Double-shell protein scaffold technology enables high-resolution structure determination of proteins smaller than 40 kDa using single particle cryo-EM

Researchers at Stanford University and SLAC have developed a double-shell protein scaffold system that enables structure determination of flexible proteins smaller than 40kDa at near atomic resolution using single particle cryogenic electron microscopy (cryo-EM). X-ray crystallography, NMR and more recently cryo-EM have made breakthroughs in solving high-resolution structures of macromolecules, however visualization of proteins smaller than 40 kDa at high resolution has proven difficult with the structural biology techniques available today. To break the resolution limit, researchers have invented a double shell protein scaffold which sandwiches the protein of interest with an interior and exterior protein shell via fusion. This cage-like structure consists of an inner shell comprised of 24 copies of apoferritin, forming a rigid shell that can be readily identified in cryo-EM images.

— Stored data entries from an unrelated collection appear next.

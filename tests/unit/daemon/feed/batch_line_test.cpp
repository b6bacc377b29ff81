// The line that the feed command sends, and the acknowledgement that it gets.
#include "daemon/feed/batch_line.h"

#include <nlohmann/json.hpp>
#include <string>

#include "daemon/feed/acknowledgement.h"
#include "expect.h"

namespace nightweigh::feed {
namespace {

const Limits limits;

TEST_CASE("a CSV file as one line: the texts of the file, empty fields left out") {
  const std::string text =
      "\xEF\xBB\xBF"
      "close,instrument,date,dividend,split\r\n61.20,ALDER,2026-03-02,,2\r\n\"7.00\",BRINE,2026-03-02,0,"
      "\r\n\r\n";
  const BatchLine line = csv_to_line(text, limits);
  REQUIRE(line.ok());
  CHECK(line.rows == 2);
  CHECK(line.line == R"({"closes":[{"close":"61.20","instrument":"ALDER","date":"2026-03-02","split":"2"},)"
                     R"({"close":"7.00","instrument":"BRINE","date":"2026-03-02","dividend":"0"}]})");
  const ParsedBatch there = parse_json(line.line, limits), here = parse_csv(text, limits);
  REQUIRE(there.ok());
  REQUIRE(there.rows.size() == here.rows.size());
  for (std::size_t i = 0; i < here.rows.size(); ++i) CHECK(there.rows[i].close == here.rows[i].close);
}

TEST_CASE("mistakes of the file are told before anything is sent") {
  const BatchLine line = csv_to_line("date,instrument,close\n2026-03-02,ALDER,\"61,20\"\n", limits);
  REQUIRE(line.errors.size() == 1);
  CHECK(line.line.empty());
  CHECK(line.errors[0].message() ==
        "row 1, column close: has a comma: \"61,20\". Write a decimal point and no digit grouping, as in "
        "61.20 or "
        "1234.50");
  Limits small;
  small.line_bytes_max = 20;
  const BatchLine longer = csv_to_line("date,instrument,close\n2026-03-02,ALDER,61\n", small);
  REQUIRE(longer.errors.size() == 1);
  CHECK(longer.errors[0].kind == ErrorKind::limit);
  CHECK(longer.line.empty());
}

TEST_CASE("a JSON file as one line") {
  const BatchLine line = json_to_line(
      "{\n  \"closes\": [\r\n {\"date\":\"2026-03-02\",\"instrument\":\"ALDER\",\"close\":61.20}\n]\n}\n",
      limits);
  REQUIRE(line.ok());
  CHECK(line.line.find_first_of("\r\n") == std::string::npos);
  CHECK(contains(line.line, "\"close\":61.20}"));
  CHECK(parse_json(line.line, limits).ok());
  CHECK_FALSE(json_to_line("{\"closes\":[\n", limits).ok());
}

TEST_CASE("the acknowledgement has the contract's shape") {
  Acknowledgement taken;
  taken.status = Acknowledgement::Status::taken;
  taken.digest = "ab12";
  taken.rows = 3;
  taken.books.push_back({"harbour", false, {*Date::parse("2026-03-02"), *Date::parse("2026-03-03")}, {}});
  taken.books.push_back({"quay", true, {}, {"BRINE has no close for 2026-03-02"}});
  CHECK(
      taken.to_json() ==
      R"({"status":"taken","digest":"ab12","rows":3,"books":[)"
      R"({"book":"harbour","result":"night","dates":["2026-03-02","2026-03-03"],"reasons":[]},)"
      R"({"book":"quay","result":"waiting","dates":[],"reasons":["BRINE has no close for 2026-03-02"]}],"errors":[]})");

  const Acknowledgement refused =
      refusal("cd34", {{ErrorKind::conflict, 3, "close", "12\n\xFF", "differs", "Send a higher revision"}});
  const std::string text = refused.to_json();
  CHECK(text.find('\n') == std::string::npos);
  const auto parsed = nlohmann::json::parse(text);
  CHECK(parsed["status"] == "refused");
  CHECK(parsed["rows"] == 0);
  CHECK(parsed["books"].empty());
  CHECK(parsed["errors"][0]["row"] == 3);
  CHECK(parsed["errors"][0]["column"] == "close");
  CHECK(parsed["errors"][0]["problem"] == "differs");
  CHECK(parsed["errors"][0]["remedy"] == "Send a higher revision");
  CHECK(parsed["errors"][0]["kind"] == "conflict");
}

}  // namespace
}  // namespace nightweigh::feed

The outer shell, made of maltose-binding protein (MBP), is more flexible, allowing access for small molecule or peptide compounds to enter the interstitial space and bind the target of interest. This technique has proven successful in solving the structure of the 11kDa KIX domain of the CREB-binding protein (CBP) at 3-4 Å. End to end implementation of the double-shell technology can be commercialized, from designing the DNA plasmid, to expression and purification of the caged protein, to cryo-EM structure determination. Additionally, high-resolution structure determination of small flexible therapeutic protein targets can enable structure-based drug design not previously possible.